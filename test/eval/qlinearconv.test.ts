// QLinearConv and ConvInteger. Outside check: onnxruntime-node (graph optimizations off) on seeded random
// shapes, groups, strides, pads and dilations, with per-channel weight scales; integer outputs must match exactly.
import { describe, it } from 'vitest';
import { SEEDS, T, count, randInt, rng, vsOrt, type In } from './ort-compare.js';

interface ConvCase { xDims: number[]; wDims: number[]; attrs: Record<string, number[] | number> }

/** A random 2-D convolution geometry (group divides both channel counts). */
function convCase(r: () => number): ConvCase {
  const group = r() < 0.3 ? 2 : 1;
  const C = group * (1 + Math.floor(r() * 3)), M = group * (1 + Math.floor(r() * 3));
  const kh = 1 + Math.floor(r() * 3), kw = 1 + Math.floor(r() * 3);
  const H = kh + 1 + Math.floor(r() * 5), W = kw + 1 + Math.floor(r() * 5);
  const s = [1 + Math.floor(r() * 2), 1 + Math.floor(r() * 2)];
  const p = randInt(r, 4, 0, 1);
  const d = r() < 0.3 ? [2, 1] : [1, 1];
  const xDims = [1 + Math.floor(r() * 2), C, H + 2 * (d[0]! - 1) * kh, W];
  return { xDims, wDims: [M, C / group, kh, kw], attrs: { group, strides: s, pads: p, dilations: d } };
}

describe('QLinearConv (outside check: onnxruntime-node, exact integers)', () => {
  it('uint8 input, int8 weights with per-channel scales, int32 bias', async () => {
    for (const seed of SEEDS) {
      const r = rng(seed);
      const { xDims, wDims, attrs } = convCase(r);
      const M = wDims[0]!;
      const ins: In[] = [
        { name: 'x', dims: xDims, data: randInt(r, count(xDims), 0, 255), type: T.UINT8 },
        { name: 'xs', dims: [], data: [0.02 + r() * 0.05], init: true },
        { name: 'xz', dims: [], data: [Math.floor(r() * 255)], type: T.UINT8, init: true },
        { name: 'w', dims: wDims, data: randInt(r, count(wDims), -127, 127), type: T.INT8, init: true },
        { name: 'ws', dims: [M], data: Array.from({ length: M }, () => 0.001 + r() * 0.01), init: true },
        // onnxruntime requires symmetric (zero) int8 weight zero points
        { name: 'wz', dims: [M], data: new Array(M).fill(0), type: T.INT8, init: true },
        { name: 'ys', dims: [], data: [0.05 + r() * 0.1], init: true },
        { name: 'yz', dims: [], data: [Math.floor(r() * 255)], type: T.UINT8, init: true },
        { name: 'b', dims: [M], data: randInt(r, M, -5000, 5000), type: T.INT32, init: true },
      ];
      await vsOrt('QLinearConv', 10, ins, attrs, [{ name: 'y', type: T.UINT8 }]);
    }
  });

  it('uint8 weights with a per-tensor zero point, int8 output, no bias', async () => {
    for (const seed of SEEDS) {
      const r = rng(100 + seed);
      const { xDims, wDims, attrs } = convCase(r);
      const M = wDims[0]!;
      const ins: In[] = [
        { name: 'x', dims: xDims, data: randInt(r, count(xDims), -128, 127), type: T.INT8 },
        { name: 'xs', dims: [], data: [0.02 + r() * 0.05], init: true },
        { name: 'xz', dims: [], data: [Math.floor(r() * 40) - 20], type: T.INT8, init: true },
        { name: 'w', dims: wDims, data: randInt(r, count(wDims), -127, 127), type: T.INT8, init: true },
        { name: 'ws', dims: [M], data: Array.from({ length: M }, () => 0.001 + r() * 0.01), init: true },
        { name: 'wz', dims: [M], data: new Array(M).fill(0), type: T.INT8, init: true },
        { name: 'ys', dims: [], data: [0.02 + r() * 0.05], init: true },
        { name: 'yz', dims: [], data: [Math.floor(r() * 40) - 20], type: T.INT8, init: true },
      ];
      await vsOrt('QLinearConv', 10, ins, attrs, [{ name: 'y', type: T.INT8 }]);
    }
  });
});

describe('ConvInteger (outside check: onnxruntime-node, exact int32)', () => {
  it('uint8 input and weights with zero points', async () => {
    for (const seed of SEEDS) {
      const r = rng(200 + seed);
      const { xDims, wDims, attrs } = convCase(r);
      const ins: In[] = [
        { name: 'x', dims: xDims, data: randInt(r, count(xDims), 0, 255), type: T.UINT8 },
        { name: 'w', dims: wDims, data: randInt(r, count(wDims), 0, 255), type: T.UINT8, init: true },
        { name: 'xz', dims: [], data: [Math.floor(r() * 255)], type: T.UINT8, init: true },
        { name: 'wz', dims: [], data: [Math.floor(r() * 255)], type: T.UINT8, init: true },
      ];
      await vsOrt('ConvInteger', 10, ins, attrs, [{ name: 'y', type: T.INT32 }]);
    }
  });
});
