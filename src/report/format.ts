// Small text helpers shared by the text reports.

export function bytesText(n: number): string {
  if (n < 1024) return `${n} B`;
  const units = ['KiB', 'MiB', 'GiB'];
  let v = n / 1024, u = 0;
  while (v >= 1024 && u < units.length - 1) { v /= 1024; u++; }
  return `${v >= 100 ? v.toFixed(0) : v >= 10 ? v.toFixed(1) : v.toFixed(2)} ${units[u]}`;
}

/**
 * The greatest length among texts (0 for none). A loop: spreading one value per ledger entry into Math.max
 * overflows the call stack at some 10^5 entries, and large graphs reach that.
 */
export function widest<T>(items: readonly T[], text: (x: T) => string): number {
  let w = 0;
  for (const x of items) w = Math.max(w, text(x).length);
  return w;
}

/** Append groups of lines in place (push(...lines) overflows the call stack at some 10^5 lines). */
export function append(lines: string[], ...groups: ReadonlyArray<readonly string[]>): void {
  for (const g of groups) for (const l of g) lines.push(l);
}

export function dimsText(dims: Array<number | string | null> | null): string {
  if (dims === null) return 'rank unknown';
  return `[${dims.map((d) => (d === null ? '?' : String(d))).join(' x ')}]`;
}

/** Whether to colour: only on a TTY, never with NO_COLOR set (https://no-color.org convention). */
export function useColour(stream: { isTTY?: boolean }): boolean {
  return Boolean(stream.isTTY) && !('NO_COLOR' in process.env && process.env.NO_COLOR !== undefined);
}

export const CAUTION = [
  'Caution: agreement on probe inputs is evidence, not proof of accuracy on real data.',
  'Validate the shipped model on representative data; safety-related deployments follow their own',
  'validation process and local rules.',
];

/** A metric for a text report: 3 significant digits in exponent form, 0 as 0, non-finite values by name. */
export function numText(x: number): string {
  if (Number.isNaN(x)) return 'NaN';
  if (!Number.isFinite(x)) return x > 0 ? 'inf' : '-inf';
  if (x === 0) return '0';
  return x.toExponential(2);
}

/** A ratio such as a channel-range spread: a plain number with up to 1 decimal, or inf. */
export function ratioText(x: number): string {
  if (Number.isNaN(x)) return 'NaN';
  if (!Number.isFinite(x)) return 'inf';
  return x >= 1000 ? x.toExponential(1) : x.toFixed(1);
}

/** A level in decibels with one decimal; an infinite SQNR (the rounding changed nothing) reads 'exact'. */
export function dbText(x: number): string {
  if (Number.isNaN(x)) return 'NaN';
  if (!Number.isFinite(x)) return x > 0 ? 'exact' : '-inf';
  return x.toFixed(1);
}

/** Cosine similarity: shown as its distance from 1, which is what matters when it is near 1. */
export function cosineText(c: number): string {
  if (!Number.isFinite(c)) return String(c);
  const d = 1 - c;
  return d === 0 ? '1' : d > 0 && d < 1e-3 ? `1-${d.toExponential(1)}` : c.toFixed(6);
}

export function plural(n: number, one: string, many = `${one}s`): string {
  return `${n} ${n === 1 ? one : many}`;
}

/** Report formats: stdout's --format and the --report files. */
export const FORMATS = ['text', 'json', 'junit', 'markdown', 'html'] as const;
export type Format = (typeof FORMATS)[number];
++++
> _PROBLEM REQUIREMENTS_: Only the lines from the one containing "(https://no-color.org convention). */" through the one containing "export function plural(n: number, one: string, many" are to be retyped, both boundary lines included, with no other material.

> _ANSWER AREA_:
/** Whether to colour: only on a TTY, never with NO_COLOR set (https://no-color.org convention). */
export function useColour(stream: { isTTY?: boolean }): boolean {
  return Boolean(stream.isTTY) && !('NO_COLOR' in process.env && process.env.NO_COLOR !== undefined);
}

export const CAUTION = [
  'Caution: agreement on probe inputs is evidence, not proof of accuracy on real data.',
  'Validate the shipped model on representative data; safety-related deployments follow their own',
  'validation process and local rules.',
];

/** A metric for a text report: 3 significant digits in exponent form, 0 as 0, non-finite values by name. */
export function numText(x: number): string {
  if (Number.isNaN(x)) return 'NaN';
  if (!Number.isFinite(x)) return x > 0 ? 'inf' : '-inf';
  if (x === 0) return '0';
  return x.toExponential(2);
}

/** A ratio such as a channel-range spread: a plain number with up to 1 decimal, or inf. */
export function ratioText(x: number): string {
  if (Number.isNaN(x)) return 'NaN';
  if (!Number.isFinite(x)) return 'inf';
  return x >= 1000 ? x.toExponential(1) : x.toFixed(1);
}

/** A level in decibels with one decimal; an infinite SQNR (the rounding changed nothing) reads 'exact'. */
export function dbText(x: number): string {
  if (Number.isNaN(x)) return 'NaN';
  if (!Number.isFinite(x)) return x > 0 ? 'exact' : '-inf';
  return x.toFixed(1);
}

/** Cosine similarity: shown as its distance from 1, which is what matters when it is near 1. */
export function cosineText(c: number): string {
  if (!Number.isFinite(c)) return String(c);
  const d = 1 - c;
  return d === 0 ? '1' : d > 0 && d < 1e-3 ? `1-${d.toExponential(1)}` : c.toFixed(6);
}

export function plural(n: number, one: string, many = `${one}s`): string {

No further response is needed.